“Ma così ci facciamo del male da soli!”
Apro con le parole di Moretti proprio per smorzare fin dall’inizio i toni, sfuggire a sterili polemiche e tentare una riflessione che vuole andare oltre i pregiudizi e le faziosità politiche. Poiché questi son dei fascisti, ragazzi! Nessuna ambiguità, nessuna possibilità di fraintendimento, nessun diritto di rettifica: questi ci sono e ci fanno. Lo chiarisco subito per chi c’avesse problemi a riguardo.

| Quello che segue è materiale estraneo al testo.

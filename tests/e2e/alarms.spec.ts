import { expect, test, type APIRequest, type APIRequestContext } from "@playwright/test";
import { AlarmsPage } from "./pages/alarms-page";
import { BenchNotes } from "./pages/bench-notes";
import { BenchPage } from "./pages/bench-page";
import { OverviewPage } from "./pages/overview-page";
import { SAME_ORIGIN } from "./pages/origin";
import { DEMO_PASSWORD, SignInPage } from "./pages/sign-in-page";

const AMBIENT = "hydraulic-press/env-node/ambient-temp"; // about 21.5 °C in the demo
const RULE = `Ambient above 10 °C ${Date.now().toString(36)}`;

/** An engineer's API session, as a script or another browser would hold it. */
async function engineerApi(request: APIRequest, baseURL: string | undefined): Promise<APIRequestContext> {
  const api = await request.newContext({ baseURL, extraHTTPHeaders: SAME_ORIGIN });
  expect((await api.post("/api/auth/login", { data: { email: "engineer@tapwright.test", password: DEMO_PASSWORD } })).status()).toBe(200);
  return api;
}

test("an operator sees an alarm appear on the overview without a reload, acknowledges it, then annotates the bench and finds the note", async ({ page, playwright, baseURL }) => {
  const engineer = await engineerApi(playwright.request, baseURL);
  await new SignInPage(page).signInAs("operator");
  const overview = new OverviewPage(page);
  await overview.open();
  await expect(overview.alarmLine(AMBIENT)).toHaveText("alarms: none configured");
  await page.evaluate(() => Object.assign(window, { keptSinceLoad: true }));

  // An engineer adds a rule elsewhere; the ambient temperature is above its limit at once.
  const created = await engineer.post("/api/v1/alarm-rules", {
    data: { channel: AMBIENT, name: RULE, signal: "raw", high: 10, deadband: 1, minDurationMs: 0, severity: "critical" },
  });
  expect(created.status()).toBe(201);
  const rule = await created.json();

  const line = overview.alarmLine(AMBIENT);
  await expect(line).toHaveAttribute("data-alarm", "raised", { timeout: 15_000 });
  await expect(line).toContainText(`1 raised · 1 to acknowledge · critical: ${RULE}`);
  expect(await page.evaluate(() => "keptSinceLoad" in window)).toBe(true); // the same page: no reload

  const alarms = new AlarmsPage(page);
  await alarms.open(`?channel=${AMBIENT}`);
  const event = alarms.activeEvent(RULE);
  await expect(event).toHaveAttribute("data-state", "raised");
  await alarms.acknowledge(event, "Probe reads room air; limit set for the test. Checked by hand.");
  await expect(event.getByTestId("acknowledgement")).toContainText("Acknowledged by Demo Operator");
  await expect(event.getByTestId("acknowledgement")).toContainText("Probe reads room air; limit set for the test. Checked by hand.");

  const bench = new BenchPage(page);
  await bench.open(AMBIENT);
  const note = `Swapped the ambient probe ${Date.now().toString(36)}`;
  await new BenchNotes(page).annotateNow(note);

  await alarms.open();
  const found = await alarms.searchAnnotations(note.split(" ").slice(1, 4).join(" ").toUpperCase());
  await expect(found).toHaveCount(1);
  await expect(found).toContainText(note);
  await expect(found).toContainText(AMBIENT);

  // Leave the lab as it was for the other tests: the rule goes, its alarm stays in the history.
  expect((await engineer.delete(`/api/v1/alarm-rules/${rule.id}`)).status()).toBe(204);
  await engineer.dispose();
});

test("an operator may not create alarm rules", async ({ page }) => {
  await new SignInPage(page).signInAs("operator");
  const refused = await page.request.post("/api/v1/alarm-rules", {
    data: { channel: AMBIENT, name: "not mine to add", signal: "raw", high: 10, deadband: 0, minDurationMs: 0, severity: "advisory" },
    headers: SAME_ORIGIN,
  });
  expect(refused.status()).toBe(403);
  expect((await refused.json()).error.message).toBe("This needs the engineer role or higher.");
  await new AlarmsPage(page).open();
  await expect(page.getByRole("button", { name: "Add a rule" })).toHaveCount(0);
});
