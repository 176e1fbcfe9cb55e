import { expect, test } from "@playwright/test";
import { SignInPage } from "./pages/sign-in-page";

const ROLES = ["operator", "engineer", "lead", "admin"] as const;

for (const role of ROLES) {
  test(`${role} signs in, sees the lab and signs out`, async ({ page }) => {
    const signIn = new SignInPage(page);
    await signIn.signInAs(role);
    await expect(page.getByRole("heading", { name: "Overview" })).toBeVisible();
    await expect(page.getByRole("region", { name: "Gearbox endurance rig" })).toBeVisible();
    const usersLink = page.getByRole("link", { name: "Users" });
    if (role === "admin") await expect(usersLink).toBeVisible();
    else await expect(usersLink).toHaveCount(0);
    await signIn.signOut();
  });
}

test("an operator is refused the admin page", async ({ page }) => {
  await new SignInPage(page).signInAs("operator");
  await page.goto("/admin/users");
  await expect(page).toHaveURL(/\/denied\?need=admin/);
  await expect(page.locator("main [role=alert]")).toContainText("needs the admin role");
});

test("an admin sees the user list", async ({ page }) => {
  await new SignInPage(page).signInAs("admin");
  await page.goto("/admin/users");
  await expect(page.getByRole("heading", { name: "Users" })).toBeVisible();
  await expect(page.getByTestId("user-operator@tapwright.test")).toBeVisible();
});

test("a wrong password gets one generic message", async ({ page }) => {
  await new SignInPage(page).signIn("engineer@tapwright.test", "not-the-password");
  await expect(page.locator("form [role=alert]")).toHaveText("E-mail or password is not right.");
});

test("pages and the API refuse visitors without a session", async ({ page, request }) => {
  await page.goto("/");
  await expect(page).toHaveURL(/\/sign-in$/);
  expect((await request.get("/api/v1/channels")).status()).toBe(401);
  expect((await request.get("/api/auth/me")).status()).toBe(401);
});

Quanto a me, che sono pure di sinistra, mi piacerebbe capire cos’è che porta una persona ad ascoltare ed apprezzare questo disco che, detto sinceramente, fa veramente di tutto per non farsi apprezzare. La stessa domanda la potrei porre in un altro modo: perché alla fine degli anni 60 c’era qualcuno che rifuggiva le rassicuranti note dei Beatles e preferiva lesionarsi i timpani con i fiumi di feedback e il caos selvaggio dei primi Velvet Underground? Perché alla fine dei '70 si sentì il bisogno di annichilirsi con il sound scarno ed inquietante dei Suicide? Non ci andavano bene le sonorità progressive di Pink Floyd e Genesis, le intelligenti sperimentazioni di Eno? E perché nell’86, anno di uscita di un disco così bello e completo come “Master Of Puppets”, c’era chi preferiva maciullarsi le orecchie con Bathory, Celtic Frost e compagnia malefica? E cosa dire dell’incredibile successo ed influenza di un album come “Scum”? Non è quello un disco oggettivamente brutto? E quale istinto malsano ci attira oggi verso la musica di Merzbow e Naked City? Perché, in definitiva, ci vogliamo fare del male da soli?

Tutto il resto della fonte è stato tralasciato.